Однако под вечер я снова испытала потребность увидеть картину. Зажгла лампу и тихонько приблизилась. Краски на полотне, подсвеченные сбоку, гармонически перетекали одна в другую: голубой цвет отдавал сиреневым, сиреневый розовым, розовый уступал место светло-каштановому, который в свою очередь розовел, желтел, потом становился оранжевым, а тот коричневел, принимая в себя отсветы темно-зеленого, чтобы зеленый затем, расплываясь, растворился в синеве.
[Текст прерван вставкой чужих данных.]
@dataclass
class CompoundEnergyTable:
    """Energies of every compound of a network at one set of conditions.

    Built by :func:`compound_energies`; :meth:`reaction_energy` sums them for any stoichiometry
    over metabolite ids.
    """

    conditions: Conditions
    compounds: dict[str, CompoundEnergy]
    database: ThermoDatabase
    reconciliation: Reconciliation | None = None
    literature: tuple[LiteratureValue, ...] = ()
    skipped_values: dict[str, str] = field(default_factory=dict)

    # ----------------------------------------------------------------------------------------
    def reaction_energy(self, reaction_id: str, stoichiometry: Mapping[str, float],
                        energy_source: str = "auto") -> ReactionEnergy:
        """ΔrG'° of a reaction given as metabolite id -> coefficient (see the module rules).

        Returns a :class:`ReactionEnergy` whose ``standard`` is NaN (source "placeholder" or
        "none") when the data do not determine it; never zero by default.
        """
        net = {m: float(n) for m, n in stoichiometry.items() if abs(float(n)) > 1e-12}
        missing = [m for m in net if m not in self.compounds]
        if missing:
            raise InputError(f"reaction {reaction_id}: compound(s) {', '.join(missing)} not in the "
                             "network's compound energies; rebuild them after changing the network")
        known = {m: n for m, n in net.items() if self.compounds[m].source == "species"}
        other = {m: n for m, n in net.items() if m not in known}
        value = 0.0
        variance = 0.0
        terms: dict[str, float] = {}
        sources: list[str] = []
        parts: list[str] = []
        # species part, netted per database compound (as the database does for a reaction)
        by_key: dict[str, float] = {}
        for m, n in known.items():
            by_key[self.compounds[m].key] = by_key.get(self.compounds[m].key, 0.0) + n
        key_energy = {self.compounds[m].key: self.compounds[m] for m in known}
        for key, n in by_key.items():
            if abs(n) < 1e-12:
                continue
            ce = key_energy[key]
            value += n * ce.standard
            variance += (n * ce.uncertainty) ** 2
            terms[key] = terms.get(key, 0.0) + n
            _extend(sources, ce.sources)
        if known:
            parts.append("species data: " + ", ".join(sorted({self.compounds[m].key for m in known})))
        source = "species"
        if other:
            result = self._unknown_part(reaction_id, other, energy_source)
            if result is None:
                blockers = self._blockers(other)
                kind = "placeholder" if blockers and all(self.compounds[m].smiles for m in blockers) else "none"
                why = self._why_unresolved(other, blockers)
                return ReactionEnergy(reaction_id, math.nan, math.nan, kind,
                                      f"no energy: {why}" + (f"; {parts[0]}" if parts else ""),
                                      {})
            u_value, u_variance, u_source, u_terms, u_sources, u_text = result
            value += u_value
            variance += u_variance
            for k, v in u_terms.items():
                terms[k] = terms.get(k, 0.0) + v
            _extend(sources, u_sources)
            parts.insert(0, u_text)
            source = u_source
        sigma = math.sqrt(max(variance, 0.0))
        provenance = "; ".join(parts)
        if sources:
            provenance += f" [{', '.join(sources)}]"
        return ReactionEnergy(reaction_id, float(value), sigma, source, provenance, terms)

    def _unknown_part(self, reaction_id: str, other: dict[str, float], energy_source: str):
        """(value, variance, source, terms, sources, text) of the compounds without species data,
        or None when they are not determined."""
        rec = self.reconciliation
        reconciled = {m: n for m, n in other.items() if self.compounds[m].source == "reconciled"}
        rest = {m: n for m, n in other.items() if m not in reconciled}
        if reconciled and rec is not None and rec.identified(reconciled) and all(
                self.compounds[m].source == "estimated" for m in rest):
            value, variance, terms, sources = 0.0, 0.0, {}, []
            g_ref, s_ref = rec.reaction_energy(reconciled)
            t_sigma = rec.temperature_sigma(reconciled, self.conditions.temperature)
            for m, n in reconciled.items():
                value += n * self.compounds[m].standard
                terms[self.compounds[m].key] = n
            variance += s_ref ** 2 + t_sigma ** 2
            ids = rec.value_ids(reconciled)
            _extend(sources, rec.source_keys(reconciled))
            label = "reconciled"
            if not rest and self._restates_one_value(reconciled, energy_source):
                label = "literature"
            text = (f"{label} ({', '.join(sorted(reconciled))} from literature value(s) "
                    f"{', '.join(ids)}; ±{s_ref:.2f} kJ/mol at 25 degC")
            if t_sigma > 0:
                text += f", ±{t_sigma:.2f} kJ/mol for temperature"
            text += ")"
            if rest:
                e_value, e_var, e_terms, e_sources = self._estimated_sum(rest)
                value += e_value
                variance += e_var
                terms.update(e_terms)
                _extend(sources, e_sources)
                text += f"; estimated: {', '.join(sorted(rest))}"
                label = "estimated"
            return value, variance, label, terms, sources, text
        if all(self.compounds[m].estimate_key for m in other):
            e_value, e_var, e_terms, e_sources = self._estimated_sum(other)
            return e_value, e_var, "estimated", e_terms, e_sources, (
                f"estimated (group contribution: {', '.join(sorted(other))})")
        return None

    def _estimated_sum(self, stoich: Mapping[str, float]):
        value, variance, terms, sources = 0.0, 0.0, {}, []
        for m, n in stoich.items():
            key = self.compounds[m].estimate_key
            fe = self.database.formation_energy(key, self.conditions)
            value += n * fe.value
            variance += (n * fe.uncertainty) ** 2
            terms[key] = n
            _extend(sources, fe.sources)
        return value, variance, terms, sources

    def _restates_one_value(self, reconciled: Mapping[str, float], energy_source: str) -> bool:
        """True when the unknown stoichiometry is a multiple of one literature value's."""
        rec = self.reconciliation
        v = rec.vector(reconciled)
        candidates = rec.values
        if energy_source and energy_source != "auto":
            candidates = tuple(x for x in rec.values if x.id == energy_source) or candidates
        for value in candidates:
            row = rec.vector(value.stoichiometry)
            norm_v, norm_r = np.linalg.norm(v), np.linalg.norm(row)
            if norm_r == 0 or norm_v == 0:
                continue
            if abs(abs(float(v @ row)) - norm_v * norm_r) <= 1e-9 * norm_v * norm_r:
                return True
        return False

    def _blockers(self, other: Mapping[str, float]) -> list[str]:
        """Compounds that keep a reaction from having an energy."""
        out = [m for m in other if self.compounds[m].source in ("placeholder", "none")]
        reconciled = {m: n for m, n in other.items() if self.compounds[m].source == "reconciled"}
        rec = self.reconciliation
        if reconciled and (rec is None or not rec.identified(reconciled)):
            out += [m for m in reconciled if not self.compounds[m].estimate_key]
        return out

    def _why_unresolved(self, other: Mapping[str, float], blockers: Sequence[str]) -> str:
        reasons = []
        for m in blockers:
            ce = self.compounds[m]
            if ce.source == "reconciled":
                reasons.append(f"{m} is reconciled, but the literature values do not fix this "
                               "combination of its conserved moiety, and it has no estimate")
            else:
                reasons.append(f"{m}: {ce.provenance}")
        return "; ".join(reasons) or "compounds without data"

    # ----------------------------------------------------------------------------------------
    def to_frame(self) -> pd.DataFrame:
        """One row per compound: source, ΔfG'° (kJ/mol), σ, identified, provenance."""
        return pd.DataFrame([{
            "compound": c.metabolite, "source": c.source, "dfG_prime_kJ": c.standard,
            "sigma_kJ": c.uncertainty, "identified": c.identified, "key": c.key,
            "provenance": c.provenance,
        } for c in self.compounds.values()])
Пересекающиеся полосы и те казались текучими, включившись в игру форм, хрупких, как следы самолетов в небе, порой они двоились, перепутываясь, пропадая, а затем мягко проступая в стороне, где их и не ждешь. Что до самого полотна, оно в этом приглушенном свете приобрело персиковую бархатистость; я смотрела на него искоса, и краски, казалось, подрагивали, словно на зябкой коже ребенка.
Потушив лампу, я бесшумно удалилась. Бесконечная нежность переполняла меня. Я чувствовала в себе созидательную доброжелательность, которой хотелось поделиться со всеми, кто меня окружает. Вспомнив о ненависти, обуявшей меня утром, я готова была посмеяться над собой. Мне казалось, что все эти треволнения принадлежат прошлому, я чуть не расхохоталась при мысли, что могла усматривать в своих чувствах к этой картине что-то пугающее и опасное. Ее краски так нежны, рисунок так чист, в ней есть что-то ангельское, как в невинной и безобидной красоте младенца. Я и сама себя чувствовала чистой, покинутой и полной дивной, одухотворенной любви. И с нетерпением ждала, когда же вернутся мои домашние. Мне не терпелось выразить им свою привязанность, доказать, что я все та же, нисколько не отдалилась от них, картина лишь ярче проявила во мне самое лучшее.